May 22, 2000

STATEMENT OF COMMISSIONER SHEILA F. ANTHONY
In Privacy Online: Fair Information Practices in the
Electronic Marketplace: A Report to Congress

I am pleased the Commission is recommending that federal legislation is necessary to protect consumer privacy. Survey after survey demonstrates that concerns about privacy have been growing among the public and that these concerns have focused on the power of technologies to collect, store, search, and transmit large amounts of personally identifiable information. I not only share those concerns, I note that threats to privacy are increasing with the merging of the offline and online worlds. In short, things may be getting worse for American consumers on the privacy front.

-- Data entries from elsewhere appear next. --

"""Tests of thist.spectrum (linear elastic response spectra)."""

from __future__ import annotations

import numpy as np
import pytest
from scipy.integrate import solve_ivp

from thist.errors import InputError
from thist.spectrum import default_periods, response_spectrum


def test_default_grid_is_200_log_spaced_periods_from_0_02_to_10_s():
    """The default grid the issue specifies: 200 log-spaced periods, 0.02-10 s."""
    t = default_periods()
    assert t.size == 200
    assert t[0] == pytest.approx(0.02, rel=1e-15) and t[-1] == pytest.approx(10.0, rel=1e-15)
    np.testing.assert_allclose(np.diff(np.log(t)), np.log(500.0) / 199, rtol=1e-12)


def test_sd_of_ramped_harmonic_ground_motion_matches_closed_form_steady_state():
    """SD of a long harmonic ground motion equals the steady-state amplitude.

    Source: Chopra, Dynamics of Structures, ch. 3 (harmonic steady state):
    u0 = (A / omega^2) / sqrt((1 - r^2)^2 + (2 zeta r)^2), r = Omega / omega.
    The harmonic is switched on by a smooth 100-cycle cosine ramp so that the start-up
    transient is negligible (its size scales with the ramp's spectral content at
    omega - Omega; measured below 2e-4 for these ratios with 10 % damping) and the
    amplitude never overshoots; the record is a sine sampled at 200 points per
    cycle, whose linear interpolation changes peaks by at most (Omega dt)^2 / 8 =
    1.2e-4.  Tolerance 1e-3 relative covers both with margin.
    """
    period, zeta, amp = 1.0, 0.1, 2.0
    omega = 2 * np.pi / period
    for r in (0.5, 0.9, 1.0, 1.6):
        big_omega = r * omega
        dt = 2 * np.pi / big_omega / 200
        t = np.arange(0.0, 400 * period, dt)
        ramp = np.where(t < 100 * period, 0.5 * (1 - np.cos(np.pi * t / (100 * period))), 1.0)
        ag = amp * ramp * np.sin(big_omega * t)
        spec = response_spectrum(ag, dt, [period], zeta)
        u0 = amp / omega**2 / np.sqrt((1 - r**2) ** 2 + (2 * zeta * r) ** 2)
        assert spec.sd[0] == pytest.approx(u0, rel=1e-3), r


def _ends_at_rest_record() -> tuple[np.ndarray, float]:
    """A smooth record whose ground velocity is zero at the end (two full sine cycles)."""
    dt = 0.005
    t = np.arange(0.0, 4.0 + dt / 2, dt)
    ag = 3.0 * np.sin(np.pi * t) + 1.5 * np.sin(2 * np.pi * t)
    return ag, dt


def test_psa_tends_to_pga_at_short_period():
    """PSA -> PGA and SA_abs -> PGA as T -> 0 (common practice).

    A very stiff oscillator follows the ground quasi-statically: u = -ag / omega^2
    with a relative error of order (f_record / f_oscillator)^2 = (1 Hz / 1000 Hz)^2.
    Tolerance 1e-4 relative; also shows the result stays exact at dt/T = 5.
    """
    ag, dt = _ends_at_rest_record()
    spec = response_spectrum(ag, dt, [0.001], [0.0, 0.05])
    pga = np.max(np.abs(ag))
    assert spec.pga == pga
    np.testing.assert_allclose(spec.psa[:, 0], pga, rtol=1e-4)
    np.testing.assert_allclose(spec.sa_abs[:, 0], pga, rtol=1e-4)


def test_sd_tends_to_pgd_at_long_period():
    """SD -> PGD as T -> infinity on a record that ends at rest (common practice).

    A very flexible oscillator stays still in absolute terms, so u = -u_g.  PGD is
    that of the piecewise-linear record (exact double integration, test-side).  With
    T = 1e6 s, 5 % damping and a 4 s record, the damping term shifts u by about
    2 zeta omega t = 2.5e-6 relative (the spring term by (omega t)^2 / 2, far less);
    tolerance 1e-5.
    """
    ag, dt = _ends_at_rest_record()
    vel = np.concatenate([[0.0], np.cumsum(0.5 * dt * (ag[:-1] + ag[1:]))])
    disp = np.concatenate([[0.0], np.cumsum(vel[:-1] * dt + dt**2 * (2 * ag[:-1] + ag[1:]) / 6)])
    assert abs(vel[-1]) < 1e-10
    spec = response_spectrum(ag, dt, [1.0e6], 0.05)
    assert spec.sd[0] == pytest.approx(np.max(np.abs(disp)), rel=1e-5)


def _reference_peaks(ag, dt, period, zeta):
    """Peaks |u|, |u'|, |u''+ag| at the samples by solve_ivp, interval by interval."""
    omega = 2 * np.pi / period
    y = np.zeros(2)
    hist = np.zeros((ag.size, 2))
    for k in range(ag.size - 1):
        a0, a1 = ag[k], ag[k + 1]

        def rhs(t, s, a0=a0, a1=a1):
            a = a0 + (a1 - a0) * t / dt
            return [s[1], -a - 2 * zeta * omega * s[1] - omega**2 * s[0]]

        sol = solve_ivp(rhs, (0.0, dt), y, method="DOP853", rtol=1e-13, atol=1e-16)
        y = sol.y[:, -1]
        hist[k + 1] = y
    acc = -(2 * zeta * omega * hist[:, 1] + omega**2 * hist[:, 0])
    return np.max(np.abs(hist[:, 0])), np.max(np.abs(hist[:, 1])), np.max(np.abs(acc))


def test_matches_solve_ivp_on_short_piecewise_linear_record():
    """Exact for a piecewise-linear record: agreement with scipy.integrate.solve_ivp.

    Reference: solve_ivp (DOP853, rtol 1e-13, atol 1e-16) restarted at every sample
    so that each piece of the record is smooth; the issue asks 1e-8 relative to the
    peak.  Periods include T = 0.005 s with dt/T = 2 (the method has no dt/T limit)
    and long ones, damping 0 and 5 %.  Tolerance 1e-8 relative to each peak (SV and
    SA_abs relative to the larger of the peak and omega SD, omega^2 SD).
    """
    rng = np.random.default_rng(7)
    dt = 0.01
    ag = rng.standard_normal(150) * 2.0
    periods = np.array([0.005, 0.05, 0.2, 1.0, 3.0])
    dampings = [0.0, 0.05]
    spec = response_spectrum(ag, dt, periods, dampings)
    for i, z in enumerate(dampings):
        for j, t in enumerate(periods):
            sd, sv, sa = _reference_peaks(ag, dt, t, z)
            omega = 2 * np.pi / t
            assert spec.sd[i, j] == pytest.approx(sd, rel=1e-8, abs=0.0), (z, t)
            # Velocity and acceleration peaks against their scales omega SD and
            # omega^2 SD: undamped with dt/T = 2 the velocity is exactly zero at
            # every sample, so a purely relative test would compare round-off.
            assert abs(spec.sv[i, j] - sv) <= 1e-8 * max(sv, omega * sd), (z, t)
            assert abs(spec.sa_abs[i, j] - sa) <= 1e-8 * max(sa, omega**2 * sd), (z, t)


def test_psa_and_psv_are_omega_powers_times_sd():
    """PSA = omega^2 SD and PSV = omega SD identically (definitions, Chopra ch. 6).

    Tolerance 4 ulp-level relative (1e-15): the same products in floating point.
    """
    rng = np.random.default_rng(3)
    ag = rng.standard_normal(500)
    spec = response_spectrum(ag, 0.02, damping=[0.02, 0.05, 0.1])
    omega = 2 * np.pi / spec.periods
    np.testing.assert_allclose(spec.psa, omega**2 * spec.sd, rtol=1e-15)
    np.testing.assert_allclose(spec.psv, omega * spec.sd, rtol=1e-15)
    assert spec.sd.shape == (3, 200)


def test_block_length_does_not_change_result_beyond_round_off():
    """The block formulation equals the step-by-step recurrence (to round-off).

    Reference: the recurrence itself with one step per block (block length 1) on a
    record whose length is not a multiple of the default block.  Tolerance 1e-11
    relative (round-off of products of length 16).
    """
    import thist.spectrum as sp

    rng = np.random.default_rng(11)
    ag = rng.standard_normal(1001)
    ref_block = sp._BLOCK
    try:
        fast = response_spectrum(ag, 0.01, damping=0.05)
        sp._BLOCK = 1
        slow = response_spectrum(ag, 0.01, damping=0.05)
    finally:
        sp._BLOCK = ref_block
    np.testing.assert_allclose(fast.sd, slow.sd, rtol=1e-11)
    np.testing.assert_allclose(fast.sa_abs, slow.sa_abs, rtol=1e-11)


def test_substeps_see_peaks_between_samples_and_never_lower_them():
    """Sub-steps only add instants of the same piecewise-linear record, so peaks grow
    or stay; with 10 sub-steps the coarse-step result equals that of the record
    resampled at dt/10 (same exact response), to 1e-12 relative."""
    rng = np.random.default_rng(5)
    ag = rng.standard_normal(300)
    dt = 0.02
    coarse = response_spectrum(ag, dt, damping=0.05)
    fine = response_spectrum(ag, dt, damping=0.05, substeps=10)
    assert np.all(fine.sd >= coarse.sd * (1 - 1e-12))
    t = np.arange((ag.size - 1) * 10 + 1) * dt / 10
    resampled = np.interp(t, np.arange(ag.size) * dt, ag)
    direct = response_spectrum(resampled, dt / 10, damping=0.05)
    np.testing.assert_allclose(fine.sd, direct.sd, rtol=1e-12)


@pytest.mark.parametrize(
    ("kwargs", "field"),
    [
        ({"damping": 1.0}, "damping"),
        ({"damping": -0.1}, "damping"),
        ({"periods": [0.1, 0.0]}, "periods"),
        ({"substeps": 0}, "substeps"),
    ],
)
def test_bad_arguments_raise_input_error_naming_the_field(kwargs, field):
    """Bad parameters raise InputError with the field name."""
    with pytest.raises(InputError) as err:
        response_spectrum(np.ones(10), 0.01, **kwargs)
    assert err.value.field == field


def test_bad_record_raises_input_error():
    """A non-finite record or a non-positive step is refused."""
    with pytest.raises(InputError, match="ag"):
        response_spectrum([0.0, np.nan, 1.0], 0.01)
    with pytest.raises(InputError, match="dt"):
        response_spectrum([0.0, 1.0, 1.0], 0.0)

Two critical facts demonstrate that a legislative structure, such as the one proposed in the report, is necessary. First, while web sites should be offering privacy protections, not just toothless policies, 80 percent of the web sites surveyed failed to even state that they were providing those protections. Second, for self-regulation to be credible, there must be an enforcement mechanism that gives consumers confidence that web sites do what they say with consumers' personal data. Yet, 92 percent of the web sites surveyed did not have a privacy seal, a linchpin of the self-regulatory effort. Our legislative recommendation would reward those sites that have offered real privacy protections and require all others to meet basic privacy standards. It would also give consumers the assurance that a legal structure is in place, in addition to seal programs, to provide confidence that stated privacy policies will be honored.